**MATERIAL TO PROCESS:**
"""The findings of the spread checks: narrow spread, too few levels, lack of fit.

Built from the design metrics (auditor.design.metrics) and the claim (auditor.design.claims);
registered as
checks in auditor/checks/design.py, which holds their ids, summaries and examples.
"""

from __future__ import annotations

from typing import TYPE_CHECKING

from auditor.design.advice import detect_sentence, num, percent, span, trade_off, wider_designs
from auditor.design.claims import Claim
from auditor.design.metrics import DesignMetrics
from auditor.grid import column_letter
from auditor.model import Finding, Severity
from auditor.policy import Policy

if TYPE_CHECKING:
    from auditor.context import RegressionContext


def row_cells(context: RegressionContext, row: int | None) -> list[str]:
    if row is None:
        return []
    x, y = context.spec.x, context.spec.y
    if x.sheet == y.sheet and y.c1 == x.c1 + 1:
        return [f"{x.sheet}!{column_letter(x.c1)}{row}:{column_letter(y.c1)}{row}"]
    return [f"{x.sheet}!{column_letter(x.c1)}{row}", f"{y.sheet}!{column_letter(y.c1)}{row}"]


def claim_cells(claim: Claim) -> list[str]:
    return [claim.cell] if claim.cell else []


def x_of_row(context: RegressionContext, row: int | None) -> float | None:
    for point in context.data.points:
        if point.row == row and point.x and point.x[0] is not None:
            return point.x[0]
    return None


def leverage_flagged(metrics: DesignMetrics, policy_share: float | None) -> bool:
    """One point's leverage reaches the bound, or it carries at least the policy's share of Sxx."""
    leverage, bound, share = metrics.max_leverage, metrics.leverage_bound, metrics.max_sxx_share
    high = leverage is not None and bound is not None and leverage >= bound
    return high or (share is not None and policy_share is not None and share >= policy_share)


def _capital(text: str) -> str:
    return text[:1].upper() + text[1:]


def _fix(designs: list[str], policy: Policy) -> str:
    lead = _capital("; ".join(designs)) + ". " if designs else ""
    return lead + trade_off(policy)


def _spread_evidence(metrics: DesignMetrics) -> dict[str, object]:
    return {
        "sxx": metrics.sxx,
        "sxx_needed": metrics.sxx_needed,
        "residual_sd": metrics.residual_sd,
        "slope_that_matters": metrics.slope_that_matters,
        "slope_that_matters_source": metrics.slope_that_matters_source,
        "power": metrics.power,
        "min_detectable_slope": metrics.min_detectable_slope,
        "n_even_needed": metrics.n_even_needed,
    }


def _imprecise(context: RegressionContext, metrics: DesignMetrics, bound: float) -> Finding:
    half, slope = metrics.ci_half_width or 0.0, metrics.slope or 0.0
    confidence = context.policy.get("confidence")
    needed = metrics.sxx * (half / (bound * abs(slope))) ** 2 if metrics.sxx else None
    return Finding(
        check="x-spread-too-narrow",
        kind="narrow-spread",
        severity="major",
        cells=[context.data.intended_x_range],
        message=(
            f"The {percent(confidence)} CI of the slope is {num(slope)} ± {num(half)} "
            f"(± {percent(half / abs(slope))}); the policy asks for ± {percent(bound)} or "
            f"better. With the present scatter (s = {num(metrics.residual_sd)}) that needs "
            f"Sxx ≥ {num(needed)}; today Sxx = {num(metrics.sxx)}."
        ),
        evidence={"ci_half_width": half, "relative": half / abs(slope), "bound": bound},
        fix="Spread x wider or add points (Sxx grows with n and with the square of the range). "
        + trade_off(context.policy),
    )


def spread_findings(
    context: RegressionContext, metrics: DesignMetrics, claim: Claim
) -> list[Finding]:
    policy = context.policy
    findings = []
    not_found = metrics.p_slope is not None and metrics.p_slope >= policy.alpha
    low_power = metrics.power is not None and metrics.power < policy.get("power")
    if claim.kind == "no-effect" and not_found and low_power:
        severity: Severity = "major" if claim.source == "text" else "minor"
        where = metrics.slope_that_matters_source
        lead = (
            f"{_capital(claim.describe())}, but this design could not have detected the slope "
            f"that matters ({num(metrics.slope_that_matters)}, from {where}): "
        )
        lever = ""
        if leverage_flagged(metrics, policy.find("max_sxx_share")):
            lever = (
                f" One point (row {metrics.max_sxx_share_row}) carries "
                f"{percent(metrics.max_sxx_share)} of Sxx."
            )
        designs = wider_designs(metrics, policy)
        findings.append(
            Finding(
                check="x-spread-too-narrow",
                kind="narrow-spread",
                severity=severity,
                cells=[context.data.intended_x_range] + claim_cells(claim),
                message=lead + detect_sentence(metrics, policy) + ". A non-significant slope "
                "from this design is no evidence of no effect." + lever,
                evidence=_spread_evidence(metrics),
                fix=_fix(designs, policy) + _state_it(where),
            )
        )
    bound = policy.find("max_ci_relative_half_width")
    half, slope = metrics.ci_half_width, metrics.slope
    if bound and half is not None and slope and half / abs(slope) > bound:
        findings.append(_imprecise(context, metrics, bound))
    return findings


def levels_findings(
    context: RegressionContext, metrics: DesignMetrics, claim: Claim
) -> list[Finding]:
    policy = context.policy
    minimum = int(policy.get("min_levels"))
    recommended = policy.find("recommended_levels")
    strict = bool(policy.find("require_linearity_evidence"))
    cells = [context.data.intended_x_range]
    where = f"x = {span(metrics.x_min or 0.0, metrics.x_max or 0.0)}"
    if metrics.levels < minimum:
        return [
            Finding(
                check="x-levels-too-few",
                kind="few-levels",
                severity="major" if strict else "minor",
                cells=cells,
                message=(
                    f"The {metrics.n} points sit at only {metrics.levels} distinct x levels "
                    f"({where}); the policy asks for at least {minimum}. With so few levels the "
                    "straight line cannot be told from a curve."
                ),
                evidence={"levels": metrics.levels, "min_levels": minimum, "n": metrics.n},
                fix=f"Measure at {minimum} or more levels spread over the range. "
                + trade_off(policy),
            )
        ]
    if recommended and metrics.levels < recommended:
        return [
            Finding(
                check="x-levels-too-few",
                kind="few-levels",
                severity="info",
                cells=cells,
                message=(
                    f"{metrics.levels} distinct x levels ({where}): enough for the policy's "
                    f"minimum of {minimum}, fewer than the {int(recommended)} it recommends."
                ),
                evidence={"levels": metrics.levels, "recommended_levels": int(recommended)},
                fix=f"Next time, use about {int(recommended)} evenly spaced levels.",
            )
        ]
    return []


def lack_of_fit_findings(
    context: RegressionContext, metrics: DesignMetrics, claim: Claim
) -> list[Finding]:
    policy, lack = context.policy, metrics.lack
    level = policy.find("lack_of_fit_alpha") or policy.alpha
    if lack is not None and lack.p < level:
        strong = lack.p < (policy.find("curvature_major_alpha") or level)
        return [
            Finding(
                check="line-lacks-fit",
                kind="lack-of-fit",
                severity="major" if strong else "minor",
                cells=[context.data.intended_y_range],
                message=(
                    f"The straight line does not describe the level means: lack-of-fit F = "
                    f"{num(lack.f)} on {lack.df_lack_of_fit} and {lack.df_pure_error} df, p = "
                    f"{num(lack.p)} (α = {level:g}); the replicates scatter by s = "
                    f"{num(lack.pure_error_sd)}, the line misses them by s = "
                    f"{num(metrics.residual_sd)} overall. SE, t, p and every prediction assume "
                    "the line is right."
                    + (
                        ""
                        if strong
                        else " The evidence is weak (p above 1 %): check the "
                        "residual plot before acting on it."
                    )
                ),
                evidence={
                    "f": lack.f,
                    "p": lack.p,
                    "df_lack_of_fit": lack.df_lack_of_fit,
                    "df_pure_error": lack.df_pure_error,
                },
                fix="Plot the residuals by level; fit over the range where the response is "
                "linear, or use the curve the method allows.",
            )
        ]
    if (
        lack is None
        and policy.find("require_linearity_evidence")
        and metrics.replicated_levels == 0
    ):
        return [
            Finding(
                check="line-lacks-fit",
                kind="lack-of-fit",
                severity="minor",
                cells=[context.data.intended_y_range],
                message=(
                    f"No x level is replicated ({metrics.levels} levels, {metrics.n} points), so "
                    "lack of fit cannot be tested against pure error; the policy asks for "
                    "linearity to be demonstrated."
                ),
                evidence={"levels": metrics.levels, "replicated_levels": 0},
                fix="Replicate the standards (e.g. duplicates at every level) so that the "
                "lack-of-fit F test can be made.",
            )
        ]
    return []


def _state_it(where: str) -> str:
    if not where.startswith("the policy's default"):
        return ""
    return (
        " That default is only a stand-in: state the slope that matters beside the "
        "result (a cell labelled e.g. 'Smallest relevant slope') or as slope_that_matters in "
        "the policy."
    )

**WORK TO BE COMPLETED:** Where a line in the records above includes the string "narrow", show it.

**WORKED SOLUTION:**
"""The findings of the spread checks: narrow spread, too few levels, lack of fit.
        check="x-spread-too-narrow",
        kind="narrow-spread",
                check="x-spread-too-narrow",
                kind="narrow-spread",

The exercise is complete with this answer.